Below is the debate we had about this subject, initiated by the bibi. 

Bibi: Bhaji, You sikhs believe in reincarnation. This is a completely absurd theory. It does not make sense. How can a human then become a pig?

Das: Bhen ji, both sikhs and hindus believe in re-incarnation, but our belief is different in some areas, but the whole concept of re-incarnation is not about what a person becomes in their next life, but about escaping the cycle of life and death and becoming mukht.

Bibi : But how do you become a pig from a human?

Das: The body is just a vessel, only the soul is what is of value. This soul can be born in any vessel. 

Bibi: I do not accept this, I think it is absurd. 

Das: Bhen ji, that is your choice. A person after death is judged according to their thoughts & actions. It is according to this judgement, that they are honoured or dishonoured in the next life. But even this is not so important. The important thing is to be able to break the cycle in life and death, while alive. To be able to attain a spiritual plain and obtain mukhti. Then it does not matter what you will be in the next life, for you are free and merged with God. That is the key to re-incarnation, that one breaks free from this cycle.

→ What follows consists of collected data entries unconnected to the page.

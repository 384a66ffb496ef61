package bench

import (
	"fmt"
	"maps"
	"net/http"
	"slices"

	"tenthmark/calc/decimal"
	"tenthmark/session"
	"tenthmark/session/desk"
)

// runAnswer is a run as it stands, what the call recorded, and which documents were
// published.
type runAnswer struct {
	session.Document
	Recorded  []session.Event `json:"recorded,omitempty"`
	Documents []string        `json:"documents,omitempty"`
}

// openRequest is the body of the call that opens a run.
type openRequest struct {
	Burette    string               `json:"burette"`
	Station    string               `json:"station"`
	Plan       session.Plan         `json:"plan"`
	Ambient    *session.AmbientBody `json:"ambient"`
	Condition  string               `json:"condition"`
	Supersedes string               `json:"supersedes"`
}

func (b *Bench) openRun(c *call) error {
	q, err := read[openRequest](c, maxBody)
	if err != nil {
		return err
	}
	station, err := b.station(q.Station)
	if err != nil {
		return err
	}
	request := session.Request{Burette: q.Burette, Station: q.Station, Plan: q.Plan, Supersedes: q.Supersedes, Condition: q.Condition, Ambient: q.Ambient}
	events, err := b.do(c, func(book *session.Book) ([]session.Draft, error) {
		drafts, err := book.OpenRun(request, b.Setting(q.Station), station.Identity, b.local())
		if err == nil {
			err = station.mustBeOnline()
		}
		return drafts, err
	})
	if err != nil {
		return err
	}
	id := events[len(events)-1].Subject
	c.w.Header().Set("Location", api+"/runs/"+id)
	return b.replyRun(c, http.StatusCreated, id, events)
}

// replyRun answers with the run as it stands now.
func (b *Bench) replyRun(c *call, status int, id string, recorded []session.Event) error {
	answer := runAnswer{Recorded: recorded}
	err := b.Desk.ViewRun(c.Context(), id, func(r *session.Run) error {
		answer.Document = r.Document()
		if r.Publishing != nil {
			answer.Documents = slices.Sorted(maps.Keys(r.Publishing.Files))
		}
		return nil
	})
	if err != nil {
		return err
	}
	return c.reply(status, answer)
}

func (b *Bench) run(c *call) error { return b.replyRun(c, http.StatusOK, c.PathValue("run"), nil) }

// order carries out a decision on the run that the path names and answers with it.
func (b *Bench) order(c *call, decide desk.RunDecision, then ...desk.RunDecision) error {
	id := c.PathValue("run")
	events, err := b.Desk.DoRun(c.Context(), c.who.actor(), id, decide, then...)
	if err != nil {
		return err
	}
	return b.replyRun(c, http.StatusOK, id, events)
}

// factsRequest is what was entered at the bench. Delivery and Role, if given, say what
// the person had before their eyes: when the plan has moved on meanwhile, nothing is
// recorded, so that an entry sent twice cannot land in the next step.
type factsRequest struct {
	Reading    decimal.Number       `json:"reading"`
	WaterTempC decimal.Number       `json:"water_temp_C"`
	Ambient    *session.AmbientBody `json:"ambient"`
	Delivery   int                  `json:"delivery"`
	Role       session.Role         `json:"role"`
}

func (b *Bench) enterFacts(c *call) error {
	q, err := read[factsRequest](c, maxBody)
	if err != nil {
		return err
	}
	return b.order(c, func(r *session.Run) ([]session.Draft, error) {
		drafts, err := r.Enter(session.Facts{ReadingML: q.Reading, WaterTempC: q.WaterTempC, Ambient: q.Ambient})
		if err == nil {
			err = q.meant(drafts)
		}
		return drafts, err
	})
}

// meant: the entry goes where the person meant it to go.
func (q factsRequest) meant(drafts []session.Draft) error {
	for _, d := range drafts {
		delivery, role := q.Delivery, q.Role
		switch body := d.Body.(type) {
		case session.ReadingBody:
			delivery, role = body.Delivery, body.Role
		case session.WaterTempBody:
			delivery = body.Delivery
		}
		if q.Delivery != 0 && delivery != q.Delivery || q.Role != "" && role != q.Role {
			return session.Refuse("not-awaited", fmt.Sprintf("The entry was meant for delivery %d, which does not wait for it any more.", q.Delivery), "Look at the run again: it may have been entered already.")
		}
	}
	return nil
}

type takeRequest struct {
	Seen   int64        `json:"seen"`
	Role   session.Role `json:"role"`
	Reason string       `json:"reason"`
}

func (b *Bench) takeWeight(c *call) error {
	q, err := read[takeRequest](c, maxBody)
	if err != nil {
		return err
	}
	return b.order(c, func(r *session.Run) ([]session.Draft, error) { return r.Take(q.Seen, q.Role, q.Reason) })
}

type amendRequest struct {
	Fact   int64          `json:"fact"`
	Field  string         `json:"field"`
	Value  decimal.Number `json:"value"`
	Reason string         `json:"reason"`
}

func (b *Bench) amendFact(c *call) error {
	q, err := read[amendRequest](c, maxBody)
	if err != nil {
		return err
	}
	amend := func(r *session.Run) ([]session.Draft, error) { return r.Amend(q.Fact, q.Field, q.Value, q.Reason) }
	return b.order(c, amend, func(r *session.Run) ([]session.Draft, error) { return r.TakeAfterAmend(), nil })
}

type deliveryRequest struct {
	Delivery int    `json:"delivery"`
	Reason   string `json:"reason"`
}

func (b *Bench) voidDelivery(c *call) error {
	q, err := read[deliveryRequest](c, maxBody)
	if err != nil {
		return err
	}
	return b.order(c, func(r *session.Run) ([]session.Draft, error) { return r.Void(q.Delivery, q.Reason) })
}

func (b *Bench) answerDoubt(c *call) error {
	q, err := read[deliveryRequest](c, maxBody)
	if err != nil {
		return err
	}
	return b.order(c, func(r *session.Run) ([]session.Draft, error) { return r.Answer(q.Delivery, q.Reason) })
}

type reasonRequest struct {
	Reason string `json:"reason"`
}

// step gives the handler of a step in the run's life. A run that comes back needs its
// station free.
func step(kind session.Kind) func(*Bench, *call) error {
	return func(b *Bench, c *call) error {
		q, err := read[reasonRequest](c, maxBody)
		if err != nil {
			return err
		}
		id := c.PathValue("run")
		events, err := b.do(c, func(book *session.Book) ([]session.Draft, error) {
			r, err := book.Run(id)
			if err != nil {
				return nil, err
			}
			drafts, err := r.Step(kind, q.Reason)
			if err != nil {
				return nil, err
			}
			return drafts, stationFree(book, r, kind)
		})
		if err != nil {
			return err
		}
		return b.replyRun(c, http.StatusOK, id, events)
	}
}

func stationFree(book *session.Book, r *session.Run, kind session.Kind) error {
	if kind != session.RunResumed && kind != session.RunReopened {
		return nil
	}
	if busy := book.OpenRunAt(r.Opening.Station); busy != nil {
		return session.Refuse("station-busy", fmt.Sprintf("Run %s is open on station %s.", busy.ID, busy.Opening.Station), "Finish, suspend or abandon it first.")
	}
	return nil
}

// runs lists the runs, newest first.
func (b *Bench) runs(c *call) error {
	limit, err := c.number("limit", 50, 1, 1000)
	if err != nil {
		return err
	}
	q := c.URL.Query()
	list := []session.Summary{}
	more := false
	err = b.view(c.Context(), func(book *session.Book) error {
		from := len(book.Order)
		if after := q.Get("after"); after != "" {
			if from = slices.Index(book.Order, after); from < 0 {
				return session.Refuse("bad-query", fmt.Sprintf("There is no run %q to go on after.", after), "Take the name of the last run of the page before.")
			}
		}
		for i := from - 1; i >= 0; i-- {
			s := book.Summaries[book.Order[i]]
			if !chosen(q.Get("burette"), s.Burette) || !chosen(q.Get("state"), string(s.State)) || !chosen(q.Get("station"), s.Station) {
				continue
			}
			if more = int64(len(list)) == limit; more {
				return nil
			}
			list = append(list, *s)
		}
		return nil
	})
	if err != nil {
		return err
	}
	return c.reply(http.StatusOK, map[string]any{"runs": list, "more": more})
}

func chosen(want, is string) bool { return want == "" || want == is }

Bibi: Fine, but is sikhi the way? Judgement day will come upon us all.

Das: Yes it will, and it happens everyday. Everyday we are judged, and every action we do has a re-action. But in the end to Judgement day will come, we call it the Dharam Raj, you call it different.

Bibi: No, judgement day will come to everyone on this earth. The day will be beckoning, when Allah judges all, and the muslims will rise.

Das: You mean the muslims will rise, ie. all the ones buried in coffins will rise again and you will have an army of zombies fighting against non-muslims. You find re-incarnation absurd, but you find this acceptable?

Bibi: Islam is the truth, it is the only way. All those who are non-muslims will become muslims. 

Das: Judgement day as a concept is complete nonsense. It does not make sense.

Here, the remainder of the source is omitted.